0.7 to 1.0: Strong positive relationship
0.3 to 0.7: Moderate positive relationship
0.0 to 0.3: Weak or no positive relationship
-0.3 to -0.7: Weak or no negative relationship
-0.7 to -1.0: Strong negative relationship

Correlation does not imply causation. A strong Pearson correlation between two variables does not prove that one causes the other.

Worked Example

Let's calculate Pearson correlation for the following data set:

Hours Studied (X)	Exam Score (Y)
2	50
4	60
6	70
8	80

Step 1: Calculate Means

x̄ = (2 + 4 + 6 + 8) / 4 = 5 ȳ = (50 + 60 + 70 + 80) / 4 = 65

Step 2: Calculate Covariance

Cov(x,y) = [(2-5)(50-65) + (4-5)(60-65) + (6-5)(70-65) + (8-5)(80-65)] / 4 = [(-3)(-15) + (-1)(-5) + (1)(5) + (3)(15)] / 4 = [45 + 5 + 5 + 45] / 4 = 100/4 = 25

Step 3: Calculate Standard Deviations

σ_x = √[(9 + 1 + 1 + 9) / 4] = √(20/4) = √5 ≈ 2.236 σ_y = √[(225 + 25 + 25 + 225) / 4] = √(500/4) = √125 ≈ 11.18

Step 4: Calculate Pearson Correlation

r = 25 / (2.236 * 11.18) ≈ 25 / 25.2 ≈ 0.99

This indicates a very strong positive linear relationship between hours studied and exam scores.

FAQ

What is the difference between Pearson and Spearman correlation?

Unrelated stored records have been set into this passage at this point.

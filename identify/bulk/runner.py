"""Running a classification: stream items in chunks to workers, write each chunk as it returns.

Items are read lazily and sent in chunks of ``chunk`` items; at most a few
chunks per worker are in flight, so memory stays flat however long the input.
Workers are local processes by default (all cores), or the workers of a Dask
distributed cluster (a scheduler address, or ``"local"`` for a
``LocalCluster`` on this machine).  Each returned chunk is written to the sink
in one transaction, in the order the chunks finish; already written items are
skipped (:mod:`knotsift.bulk.resume`).
"""

from __future__ import annotations

import itertools
import os
import time
from collections import Counter
from collections.abc import Iterable, Iterator
from dataclasses import dataclass, field

from ..errors import KnotsiftError
from .resume import ResumeError, compare_inputs, pending
from .rows import ClassifyOptions, classify_chunk, classify_item, error_rows, warm_up
from .sources import iter_items

__all__ = ["classify", "RunReport", "chunked", "default_workers", "classify_one",
           "classify_chunk_limited", "Terminated"]


class Terminated(KeyboardInterrupt):
    """Raised in the main thread when the process receives SIGTERM (handled like Ctrl-C)."""

STATUS_ORDER = ("identified", "ambiguous", "not in table", "undetermined",
                "depends on missing segment", "error")


@dataclass
class RunReport:
    """What a run did, over all items of its inputs (those written now and those found done)."""

    out: str
    total: int = 0
    written: int = 0
    skipped: int = 0
    counts: dict[str, int] = field(default_factory=dict)
    seconds: float = 0.0
    workers: int = 1
    backend: str = "serial"
    interrupted: bool = False
    signal: str | None = None
    notes: list[str] = field(default_factory=list)

    @property
    def failed(self) -> int:
        """Items whose row has status ``error``."""
        return self.counts.get("error", 0)

    def to_dict(self) -> dict:
        return {"out": self.out, "total": self.total, "written": self.written,
                "skipped": self.skipped, "failed": self.failed, "counts": dict(self.counts),
                "seconds": round(self.seconds, 3), "workers": self.workers,
                "backend": self.backend, "interrupted": self.interrupted,
                "signal": self.signal, "notes": list(self.notes),
                "rate": round(self.written / self.seconds, 3) if self.seconds > 0 else None}

    def text(self) -> str:
        counts = ", ".join(f"{self.counts.get(s, 0)} {s}" for s in STATUS_ORDER
                           if s != "depends on missing segment" or self.counts.get(s))
        rate = f" ({self.written / self.seconds:.1f}/s)" if self.seconds > 0 and self.written \
            else ""
        lines = [f"classified {self.total} items: {counts}",
                 f"  {self.written} written to {self.out} in {self.seconds:.1f}s{rate} "
                 f"on {self.workers} {self.backend} worker{'s' if self.workers != 1 else ''}; "
                 f"{self.skipped} already there",
                 f"  {self.failed} failed" + (" (their rows hold the error)" if self.failed
                                              else "")]
        lines.extend(f"  note: {n}" for n in self.notes)
        if self.interrupted:
            lines.append("  interrupted: run the same command again to continue")
        return "\n".join(lines)


def default_workers() -> int:
    """All cores this process may use."""
    try:
        return len(os.sched_getaffinity(0))
    except AttributeError:  # not on Linux
        return os.cpu_count() or 1


def chunked(items: Iterable, size: int) -> Iterator[list]:
    """Consecutive lists of ``size`` items (the last may be shorter), drawn lazily.

    Examples
    --------
    >>> list(chunked(range(5), 2))
    [[0, 1], [2, 3], [4]]
    """
    if size < 1:
        raise ValueError(f"chunk size must be at least 1, got {size}")
    it = iter(items)
    while True:
        block = list(itertools.islice(it, size))
        if not block:
            return
        yield block


#: A serial run whose first chunk holds at least this many 3D frames loads the
#: compiled kernels before it starts (as the worker pool's parent always does).
SERIAL_PRELOAD_FRAMES = 20


def _run_serial(chunks, options, write):
    for i, block in enumerate(chunks):
        if i == 0 and sum(getattr(it, "kind", "") == "frame" for it in block) \
                >= SERIAL_PRELOAD_FRAMES:
            from ..curves.segments import preload_compiled

            preload_compiled()
        write(classify_chunk(block, options))


def classify_one(item, options: ClassifyOptions) -> list[dict] | None:
    """The rows of one item in a worker process; None when it ran out of memory."""
    rows = classify_item(item, options)
    if any((r.get("error") or "").startswith("internal error: MemoryError") for r in rows):
        return None
    return rows


def _run_processes(items, options, write, workers: int, chunk: int):
    from ..limits import current
    from .workers import run_pool

    lim = current()
    run_pool(items, options, classify_one, write, error_rows, workers=workers, chunk=chunk,
             item_seconds=lim.item_seconds, memory_mb=lim.worker_memory_mb,
             preload=lambda first: warm_up(first, options))


def classify_chunk_limited(items: list, options: ClassifyOptions, limits: dict) -> list[dict]:
    """:func:`classify_chunk` under the given limits (for Dask workers, which do not share
    this process's environment)."""
    from ..limits import Limits, set_limits

    set_limits(Limits(**limits), export=False)
    return classify_chunk(items, options)


def _run_dask(chunks, options, write, workers: int, address: str):
    from ..extras import require

    require("dask.distributed", "bulk", "running on Dask (--dask)")
    from dask.distributed import Client, LocalCluster, as_completed

    from ..limits import current

    cluster = None
    if address == "local":
        cluster = LocalCluster(n_workers=workers, threads_per_worker=1, processes=True,
                               dashboard_address=None)
        client = Client(cluster)
    else:
        try:
            client = Client(address, timeout=30)
        except (OSError, TimeoutError) as exc:
            raise ResumeError(f"cannot reach the Dask scheduler at {address}: {exc}",
                              value=address) from None
    try:
        n = max(1, len(client.scheduler_info().get("workers", {})) or workers)
        limit = 2 * n
        queue = as_completed()
        blocks: dict = {}
        limits = current().to_dict()

        def submit(block, attempt=1):
            future = client.submit(classify_chunk_limited, block, options, limits, pure=False)
            blocks[future.key] = (block, attempt)
            queue.add(future)

        def collect(future):
            block, attempt = blocks.pop(future.key)
            try:
                write(future.result())
            except Exception as exc:  # noqa: BLE001 - a worker died: retry each item alone once
                if attempt >= 2:
                    write(error_rows(block[0], f"the Dask task failed twice, once alone "
                                               f"({type(exc).__name__}: {exc})"))
                    return
                for item in block:
                    submit([item], attempt=2)

        in_flight = 0
        for block in chunks:
            submit(block)
            in_flight += 1
            while in_flight >= limit:
                collect(next(queue))
                in_flight -= 1
        for future in queue:
            collect(future)
    finally:
        client.close()
        if cluster is not None:
            cluster.close()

Pearson correlation measures linear relationships between continuous variables, while Spearman correlation measures monotonic relationships (whether linear or not) between ranked variables.

When should I use Pearson correlation?

Use Pearson correlation when you have continuous data and suspect a linear relationship. It's commonly used in fields like economics, psychology, and biology.

How do I know if my correlation is statistically significant?

You need to perform a hypothesis test to determine if your correlation is statistically significant. Common methods include using a t-test or looking up critical values in correlation tables.

What if my data doesn't meet the assumptions of Pearson correlation?

If your data is not normally distributed or has outliers, consider using Spearman correlation or transforming your data before analysis.